A mix of fashion, fantasy and how-to advice, Urban Fitness works best when it sticks to the advice. Host Derek Noble offers detailed tips on sprouting recognizable abs and delts that might actually save you a trip to the personal trainer. They’re actually helpful. But the fantasy stuff – kite-surfing in South Beach – looks overly familiar and the show is a tad bland. Except for the close-ups of a baby-smooth guys you wouldn’t know it was a gay show.

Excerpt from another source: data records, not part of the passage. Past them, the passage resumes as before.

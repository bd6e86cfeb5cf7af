using System.Globalization;
using PanelChoice.Numerics;

namespace PanelChoice.Data;

/// <summary>
/// Sorts the rows of a table by person on the disk, with a fixed amount of memory: rows are gathered and written in sorted runs, and the runs are merged
/// whenever the rows are wanted (external merge sort; Knuth 1998, section 5.4). Rows of one person keep their order. Everything it writes is gone with it.
/// </summary>
internal sealed class RowSort : IDisposable
{
    /// <summary>Bytes of each run that a merge reads at a time, at least.</summary>
    private const int LeastBytesAtOnce = 1 << 16;

    /// <summary>Rows between two looks whether the run was cancelled.</summary>
    private const int RowsBetweenLooks = 1 << 14;

    private readonly string beside;
    private readonly WorkContext work;
    private readonly Func<string, long> freeBytes;
    private readonly long memoryBytes;
    private byte[] memory = [];
    private long[] order = [];
    private int rowBytes;
    private int held;
    private long taken;
    private long total;
    private RunFile? file;

    /// <summary>A sort.</summary>
    /// <param name="beside">The file beside which temporary ones are made.</param>
    /// <param name="memoryBytes">Bytes of memory for rows.</param>
    /// <param name="work">Progress and cancellation.</param>
    public RowSort(string beside, long memoryBytes, WorkContext work)
        : this(beside, memoryBytes, work, RunFile.FreeBytes)
    {
    }

    /// <summary>The same with what tells how many bytes are free in a folder.</summary>
    internal RowSort(string beside, long memoryBytes, WorkContext work, Func<string, long> freeBytes)
    {
        this.beside = Path.GetFullPath(beside);
        this.memoryBytes = memoryBytes;
        this.work = work;
        this.freeBytes = freeBytes;
    }

    /// <summary>Begins a sort.</summary>
    /// <param name="bytesOfRow">Bytes of a row.</param>
    /// <param name="rows">Number of rows that will come.</param>
    /// <param name="table">What is sorted, for messages.</param>
    /// <exception cref="DiskWriteException">There is not enough room on the disk, or it cannot be written.</exception>
    public void Begin(int bytesOfRow, long rows, string table)
    {
        (rowBytes, total) = (bytesOfRow, rows);
        var atOnce = (int)Math.Clamp(memoryBytes / (rowBytes + sizeof(long)), 2, Array.MaxLength / rowBytes);
        memory = new byte[atOnce * rowBytes];
        order = new long[atOnce];
        // Where there are too many runs to be merged at once, a second file is written before the first can go.
        var files = (rows + atOnce - 1) / atOnce > MostRuns ? 2 : 1;
        var folder = Path.GetDirectoryName(beside)!;
        if (freeBytes(folder) is var free && free < files * rows * rowBytes)
            throw new DiskWriteException(new IOException(string.Create(
                CultureInfo.InvariantCulture,
                $"the rows of {table} are not sorted by person, and sorting them takes {Megabytes(files * rows * rowBytes, Math.Ceiling)} in its folder, where {Megabytes(free, Math.Floor)} are free.")));
        file = RunFile.Beside(beside);
        work.Report(Step, 0, total);
    }

    /// <summary>Takes all rows that columns hold, whose persons' codes are their places.</summary>
    public void Take(ChoiceColumns columns)
    {
        for (var i = 0; i < columns.Rows; i++)
        {
            if (held == order.Length) WriteRun();
            var row = memory.AsSpan(held * rowBytes, rowBytes);
            columns.Store(i, row);
            // The place behind the person keeps rows of one person in their order.
            order[held] = ((long)ChoiceColumns.PersonOf(row) << 32) | (uint)held;
            held++;
        }

        columns.Forget();
    }

    /// <summary>Ends the coming of rows.</summary>
    public void Complete()
    {
        WriteRun();
        order = [];
        while (file!.Runs.Count > MostRuns)
        {
            var next = RunFile.Beside(beside);
            try
            {
                for (var first = 0; first < file.Runs.Count; first += MostRuns)
                {
                    next.BeginRun();
                    Merge(first, Math.Min(MostRuns, file.Runs.Count - first), next.Write);
                    next.EndRun();
                }
            }
            catch
            {
                next.Dispose();
                throw;
            }

            file.Dispose();
            file = next;
        }

        work.Report(Step, total, total);
    }

    /// <summary>Hands out all rows in order, as often as it is called.</summary>
    public void Visit(RowTaker each) => Merge(0, file!.Runs.Count, each);

    /// <summary>Lets go of memory and removes what is on the disk.</summary>
    public void Dispose()
    {
        memory = [];
        order = [];
        file?.Dispose();
    }

    private const string Step = "sorting the rows";

    /// <summary>Runs that can be merged at once.</summary>
    private int MostRuns => Math.Max(2, memory.Length / Math.Max(LeastBytesAtOnce, rowBytes));

    private static string Megabytes(long bytes, Func<double, double> round) => string.Create(CultureInfo.InvariantCulture, $"{round(bytes / 1e5) / 10:#,0.0} MB");

    private void WriteRun()
    {
        work.Cancellation.ThrowIfCancellationRequested();
        if (held == 0) return;
        order.AsSpan(0, held).Sort();
        file!.BeginRun();
        for (var i = 0; i < held; i++) file.Write(memory.AsSpan((int)(uint)order[i] * rowBytes, rowBytes));
        file.EndRun();
        work.Report(Step, taken += held, total);
        held = 0;
    }

    private void Merge(int firstRun, int runs, RowTaker each)
    {
        if (runs == 0) return;
        // The memory of the rows serves as the runs' buffers now.
        var bytes = memory.Length / runs / rowBytes * rowBytes;
        var readers = new RunReader[runs];
        var next = new PriorityQueue<int, long>(runs);
        for (var r = 0; r < runs; r++)
        {
            readers[r] = new RunReader(file!, firstRun + r, memory.AsMemory(r * bytes, bytes), rowBytes);
            if (readers[r].Advance()) next.Enqueue(r, KeyOf(r));
        }

        for (var rows = 0L; next.TryDequeue(out var r, out _);)
        {
            // A run goes on as long as its rows come before those of all others.
            bool isLeft;
            long key;
            do
            {
                if (++rows % RowsBetweenLooks == 0) work.Cancellation.ThrowIfCancellationRequested();
                each(readers[r].Row);
                isLeft = readers[r].Advance();
                key = isLeft ? KeyOf(r) : 0;
            }
            while (isLeft && (!next.TryPeek(out _, out var other) || key < other));
            if (isLeft) next.Enqueue(r, key);
        }

        // Runs were written in the order of the file.
        long KeyOf(int run) => ((long)ChoiceColumns.PersonOf(readers[run].Row) << 32) | (uint)run;
    }
}

/// <summary>Takes a row as bytes.</summary>
internal delegate void RowTaker(ReadOnlySpan<byte> row);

A gay neutral interview with a female basketball player leaves you guessing.

Dyke TV

Most of these New York-produced news magazines debuted in the US so the news segments are dated, not to mention slow. Host Ann Northrop reads with pon-der-ous authority. Most of the other segments are staples of community programming – interchangeable profiles of sports leagues, pride rallies and other righteous organizations that can do no wrong. Fine stuff if you haven’t already got your monthly fix of rainbow flags. Of the segments I’ve seen, the best was a streeter on dyke fashion, conducted by two women wandering through the Brooklyn Pride parade. It was fun, affectionate and mercifully flip.

Bump

Co-produced by Pink Triangle Press (which publishes Xtra), this gay travel show is the slickest of the Canadian lifestyle shows. Host Shannon McDonough is a real find, one of those rare people who actually looks happy on camera, and the pacing is exemplary. Each week, it’s a different gay-friendly destination, with opening honours going to San Diego, home to great surf and spiffy sand.

If some of the footage looks appallingly familiar – shirtless boys and rainbow flags – there is lots of useful information on everything from hang gliding to bars and beaches. Better yet, it almost made me want to visit.